With the rapid development of industry, large-scale fossil energy consumption leads to an increase of the atmospheric CO₂ concentration and the resultant deteriorating global warming. The electrochemical reduction of CO₂ (ERCO₂) technology is a potential strategy to achieve the CO₂ emission reduction and to realize carbon recycling. However, the lack of high selective, active and stable catalysts is one of the remaining challenges for the industrial applications of ERCO₂. Herein, an electrochemical oxidation–reduction reconstruction method is developed to reconstruct the copper network without extra Cu salt addition obtaining Cu₂O–Cu(111) catalysts with nanoporous structures for improving the selectivity and activity for CH₄ and C₂H₄ products. The oxidation–reduction reconstruction derived catalyst exhibits an improved Faradaic efficiency of 56.63% for the CH₄ product and a partial current density of 41.6 mA cm⁻² at −1.38 V (vs.

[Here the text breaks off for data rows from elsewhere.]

# ---------------------------------------------------------- eclipse search
def with_eclipse_search(
    everything: LightCurve,
    working: LightCurve,
    candidates: tuple[Candidate, ...],
    chosen: int,
    settings,
) -> tuple[tuple[Candidate, ...], int, EclipseSearch | None]:
    """Run the eclipse search where it matters; its best period may take over.

    * The periodogram's chosen peak is not significant: the search's best
      peak is taken when it is significant.
    * The magnitudes (points not set aside) are strongly skewed to the
      faint side (most of the time at maximum light, short fadings): the
      search's best peak joins the multi-harmonic competition, unless it is
      the chosen peak, its harmonic or its subharmonic.

    Two searches were made, so the search's false-alarm probability is
    doubled (Bonferroni) before it is compared or reported.
    """
    if settings.eclipse_search is None:
        return candidates, chosen, None
    weak = not _significant(candidates[chosen].fap, settings.fap_threshold)
    _, mag, _ = working.arrays(working.bands[0])
    skewed = mag.size > 2 and float(stats.skew(mag)) >= settings.eclipse_skewness
    if not (weak or skewed):
        return candidates, chosen, None
    search = eclipse_search(everything, settings.eclipse_search, periodogram=settings.periodogram)
    if search is None or not search.frequencies:
        return candidates, chosen, search
    fap = min(1.0, 2.0 * search.faps[0])
    if not _significant(fap, settings.fap_threshold):
        return candidates, chosen, search
    f = eclipse_timing(everything, search.frequencies[0], settings.eclipse_search)
    f, orbit_note = _orbit_of(everything, f, settings)
    extra = Candidate(
        frequency=f,
        period=1.0 / f,
        power=search.f_values[0],
        fap=fap,
        snr=search.snrs[0],
        marks=tuple(search.marks[0]) if search.marks else (),
        mark_details=(
            f"phase-binned eclipse search: statistic {search.f_values[0]:.3g} with "
            f"{search.n_bins} bins; FAP doubled for the two searches",
            *orbit_note,
            *(search.mark_details[0] if search.mark_details else ()),
        ),
        rank=len(candidates) + 1,
        fap_method=ECLIPSE_FAP_METHOD,
    )
    joined = (*candidates, extra)
    if weak:
        return joined, len(joined) - 1, search
    if _harmonically_related(
        f, candidates[chosen].frequency, working.baseline, settings, max_ratio=2
    ):
        # at f/2 a curve fits as well with twice the parameters: the choice
        # between P and 2P is the eclipse test's and the classifier's (a
        # ratio of 3 or more is no such choice: the two compete below)
        return joined, chosen, search
    best = best_by_bic(everything, joined, (chosen, len(joined) - 1), settings)
    return joined, best, search
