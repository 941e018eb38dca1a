package cli

import (
	"bufio"
	"bytes"
	"context"
	"encoding/json"
	"errors"
	"flag"
	"fmt"
	"io"
	"math/rand/v2"
	"net"
	"net/http"
	"os"
	"os/exec"
	"os/signal"
	"path/filepath"
	"strconv"
	"strings"
	"sync"
	"syscall"
	"time"

	"github.com/nats-io/nats-server/v2/server"
	"github.com/nats-io/nats.go"

	"baton/agentd/node"
	"baton/coordinator/clock"
	"baton/deploy/shell"
	pb "baton/proto"
	"baton/signal/learn"
	"baton/sim/episode"
	"baton/sim/fault"
	"baton/sim/fault/tcpfault"
	"baton/sim/fleetsum"
	"baton/sim/model"
	"baton/sim/vfleet"
	"baton/sim/world"
)

// faults maps robot -> injected decision delay, from repeated --slow flags.
type faults map[int]time.Duration

func (f faults) String() string { return fmt.Sprint(map[int]time.Duration(f)) }

func (f faults) Set(s string) error {
	r, d, ok := strings.Cut(s, "=")
	id, err := strconv.Atoi(r)
	if !ok || err != nil || id < 0 {
		return fmt.Errorf("want ROBOT=DELAY, e.g. 2=500ms, got %q", s)
	}
	dur, err := time.ParseDuration(d)
	if err != nil || dur < 0 {
		return fmt.Errorf("bad delay in %q", s)
	}
	f[id] = dur
	return nil
}

// fleetOpts configures a fleet on this machine. The round flags are the
// coordinator's own (clock.Config), passed through unchanged.
type fleetOpts struct {
	sc         scenarioFlags
	clock      clock.Config // Rounds: the rounds to play
	seed       uint64       // run seed: world and fleet seeds derive from it
	fleet      string
	prefix     string
	logDir     string
	slow       faults
	guessModel string // model file the coordinator distributes
	exe        string // the binary that runs `agentd` and `coordinator`
	// Drills: the episode seed (0: episode 0 of seed), the fault layer's
	// plan for every daemon, and a TCP fault proxy between the robots and
	// the NATS server.
	world uint64
	plan  *drillPlan
	proxy bool
	// The virtual-time fleet instead of processes, with its link model.
	virtual     bool
	link        vfleet.Link
	turnTime    time.Duration
	virtualOnly []string // virtual-only flags given on the command line
	// secure: per-process NATS identities and TLS, as on a site.
	secure bool
	// trueWear: the world keeps a belief scenario's hidden truth.
	trueWear bool
}

// fleetRun is a running fleet: processes, the embedded NATS server and the
// world, which it plays through each robot's local interface.
type fleetRun struct {
	o   fleetOpts
	m   model.Fleet
	ns  *shell.Embedded
	url string
	// robotURL is where robots connect: the server, or the fault proxy.
	robotURL string
	tcp      *tcpfault.Proxy
	planFile string
	coord    *proc
	robots   []*proc
	bases    []string
	common   []string
	gossip   string
	chttp    string
	world    *world.World
	u        []int // what each robot carried out last round
	client   *http.Client
	wait     time.Duration

	coordArgs []string
	oldRuns   []string // the run each robot followed before a coordinator restart
	store     string   // the embedded server's JetStream files, kept across its restarts
	sec       *secureFleet
	// beforeReport, when set, runs once in the next round between reading
	// the decisions and reporting (a drill's mid-round fault); hookErr is
	// what it returned.
	beforeReport func() error
	hookErr      error
	nc           *nats.Conn // the simulator's own connection (soak samples), made when first needed
}

func startFleet(ctx context.Context, o fleetOpts) (*fleetRun, error) {
	fm, err := o.model()
	if err != nil {
		return nil, err
	}
	var m model.Model = fm
	if err := os.MkdirAll(o.logDir, 0o755); err != nil {
		return nil, fmt.Errorf("--logs: %w", err)
	}
	f := &fleetRun{o: o, m: fm, client: &http.Client{}, u: make([]int, m.Robots()), robots: make([]*proc, m.Robots())}
	m = fm
	// The server's JetStream files (guess models, the durable decision
	// log) outlive a NATS restart, as on a real server's disk.
	if f.store, err = os.MkdirTemp("", "baton-fleet-nats-"); err != nil {
		return nil, err
	}
	if o.secure {
		if f.sec, err = makeSecure(filepath.Join(o.logDir, "secure"), o.prefix, o.fleet, m.Robots()); err != nil {
			os.RemoveAll(f.store)
			return nil, err
		}
	}
	f.ns, f.url, err = shell.EmbeddedNATSWith("127.0.0.1", 0, f.store, f.setSecure)
	if err != nil {
		os.RemoveAll(f.store)
		return nil, err
	}
	f.robotURL = f.url
	if o.proxy {
		if f.tcp, err = tcpfault.Listen("127.0.0.1:0", strings.TrimPrefix(f.url, "nats://")); err != nil {
			f.close()
			return nil, err
		}
		f.robotURL = "nats://" + f.tcp.Addr()
	}
	if plan := o.faultPlan(m.Robots()); plan != nil {
		f.planFile = filepath.Join(o.logDir, "drill-faults.json")
		if err := writePlan(f.planFile, *plan); err != nil {
			f.close()
			return nil, err
		}
	}
	ports, err := freePorts(m.Robots() + 2)
	if err != nil {
		f.close()
		return nil, err
	}
	f.gossip = fmt.Sprintf("127.0.0.1:%d", ports[0])
	f.chttp = fmt.Sprintf("127.0.0.1:%d", ports[1])
	epSeed := episode.Seed(o.seed, 0)
	if o.world != 0 {
		epSeed = o.world
	}
	f.common = []string{"--fleet", o.fleet, "--prefix", o.prefix, "--scenario", o.sc.name, "--robots", strconv.Itoa(m.Robots())}
	if o.sc.file != "" {
		abs, _ := filepath.Abs(o.sc.file)
		f.common = append(f.common, "--config", abs)
	}
	if o.sc.starts != "" {
		f.common = append(f.common, "--starts", o.sc.starts)
	}
	if f.planFile != "" {
		f.common = append(f.common, "--drill-faults", f.planFile)
	}
	coordArgs := append([]string{"coordinator", "--nats", f.url}, f.common...)
	coordArgs = append(coordArgs, f.identity("coordinator")...)
	cc := o.clock
	cc.Seed = episode.FleetSeed(epSeed)
	coordArgs = append(coordArgs, cc.Args()...)
	coordArgs = append(coordArgs, "--decision-log", f.decisionLog(), "--http", f.chttp, "--gossip", f.gossip)
	if o.guessModel != "" {
		abs, _ := filepath.Abs(o.guessModel)
		coordArgs = append(coordArgs, "--guess-model", abs)
	}
	f.coordArgs = coordArgs
	if f.coord, err = f.spawn("coordinator", coordArgs); err != nil {
		f.close()
		return nil, err
	}
	for r := range m.Robots() {
		f.bases = append(f.bases, fmt.Sprintf("http://127.0.0.1:%d", ports[2+r]))
		if err := f.startRobot(r); err != nil {
			f.close()
			return nil, err
		}
	}
	for r := range m.Robots() {
		if err := f.waitRobot(ctx, r); err != nil {
			f.close()
			return nil, err
		}
	}
	if err := f.waitAlive(ctx, m.Robots(), 30*time.Second); err != nil {
		f.close()
		return nil, fmt.Errorf("coordinator did not see every robot join (see %s): %w", filepath.Join(o.logDir, "coordinator.log"), err)
	}
	if o.trueWear {
		if f.world, err = world.NewTrue(fm, epSeed); err != nil {
			f.close()
			return nil, fmt.Errorf("--true-wear: %w", err)
		}
	} else {
		f.world = world.New(fm, epSeed)
	}
	f.wait = time.Duration(m.Robots()+2)*o.clock.TurnBudget + 10*time.Second
	f.report(0)
	return f, nil
}

func (f *fleetRun) decisionLog() string { return filepath.Join(f.o.logDir, "decisions.jsonl") }

// setSecure gives the embedded server the fleet's authorization and TLS
// (--secure; nothing otherwise).
func (f *fleetRun) setSecure(o *server.Options) {
	if f.sec != nil {
		f.sec.set(o)
	}
}

// identity is a daemon's credential flags (--secure; none otherwise).
func (f *fleetRun) identity(name string) []string {
	if f.sec == nil {
		return nil
	}
	return f.sec.args(name)
}

// connect is the simulator's own connection to the fleet's server.
func (f *fleetRun) connect() (*nats.Conn, error) {
	if f.sec != nil {
		return f.sec.connect(f.url)
	}
	return nats.Connect(f.url)
}

// durableLog is where the durable log's export goes.
func (f *fleetRun) durableLog() string { return filepath.Join(f.o.logDir, "decisions-stream.jsonl") }

// replay reads the coordinator's durable log from the embedded server,
// writes it to durableLog, and puts the episode back together.
func (f *fleetRun) replay() (replayResult, error) {
	nc, err := f.connect()
	if err != nil {
		return replayResult{}, err
	}
	defer nc.Close()
	out, err := os.Create(f.durableLog())
	if err != nil {
		return replayResult{}, err
	}
	defer out.Close()
	bw := bufio.NewWriter(out)
	ctx, cancel := context.WithTimeout(context.Background(), time.Minute)
	defer cancel()
	lines, err := readLogStream(ctx, nc, f.o.prefix, f.o.fleet, bw)
	if ferr := bw.Flush(); err == nil {
		err = ferr
	}
	if err != nil {
		return replayResult{}, err
	}
	digest, err := f.o.sc.digest(f.m.Robots())
	if err != nil {
		return replayResult{}, err
	}
	res, err := assemble(lines, f.m, digest)
	res.Source = f.durableLog()
	return res, err
}

// proc is a child process; done closes when it has exited.
type proc struct {
	cmd  *exec.Cmd
	done chan struct{}
}

func (p *proc) exited() bool {
	select {
	case <-p.done:
		return true
	default:
		return false
	}
}

func (f *fleetRun) spawn(name string, args []string) (*proc, error) {
	logf, err := os.OpenFile(filepath.Join(f.o.logDir, name+".log"), os.O_CREATE|os.O_WRONLY|os.O_APPEND, 0o644)
	if err != nil {
		return nil, err
	}
	cmd := exec.Command(f.o.exe, args...)
	cmd.Stdout, cmd.Stderr = logf, logf
	if f.planFile != "" {
		cmd.Env = append(os.Environ(), DrillEnv+"=1")
	}
	// Children die with the simulator, even when it is killed outright.
	cmd.SysProcAttr = &syscall.SysProcAttr{Pdeathsig: syscall.SIGTERM}
	if err := cmd.Start(); err != nil {
		logf.Close()
		return nil, fmt.Errorf("starting %s: %w", name, err)
	}
	p := &proc{cmd: cmd, done: make(chan struct{})}
	go func() { _ = cmd.Wait(); logf.Close(); close(p.done) }()
	return p, nil
}

func (f *fleetRun) startRobot(r int) error {
	port := strings.TrimPrefix(f.bases[r], "http://")
	args := append([]string{"agentd", "--nats", f.robotURL}, f.common...)
	args = append(args, "--robot", strconv.Itoa(r), "--http", port, "--join", f.gossip)
	args = append(args, f.identity(fmt.Sprintf("robot-%d", r))...)
	p, err := f.spawn(fmt.Sprintf("agentd-%d", r), args)
	f.robots[r] = p
	return err
}
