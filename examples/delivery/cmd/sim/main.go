// Command sim is Baton's simulator (baton/sim/cli) built with the delivery
// scenario registered: whole fleets on this machine, comparisons on seeded
// episodes, training of learned guesses, drills and replays, all with
// --scenario delivery. The fleets it starts re-run this same binary as
// `sim agentd` and `sim coordinator`, so they know the scenario too.
//
//	go run ./cmd/sim fleet --scenario delivery --robots 3 --rounds 200 --view
//	go run ./cmd/sim compare --scenario delivery --robots 3 --episodes 20
package main

import (
	"os"

	"baton/sim/cli"

	_ "example.com/delivery" // registers scenario "delivery"
)

func main() { os.Exit(cli.Main(os.Args[1:])) }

RHE). The selectivity and activity toward C₂H₄ are also improved. The catalytic superiority originates from synergistic interplay between the Cu₂O–Cu heterogeneous interface and the high electrochemically active surface area. Additionally, the presence of abundant oxygen vacancies at the Cu₂O–Cu interface accelerates the electron transfer process and promotes high selectivity and activity toward CO₂-to-CH₄ conversion. This study paves a new way for enhancing the selectivity and activity for electrocatalytic conversion of CO₂ to CH₄.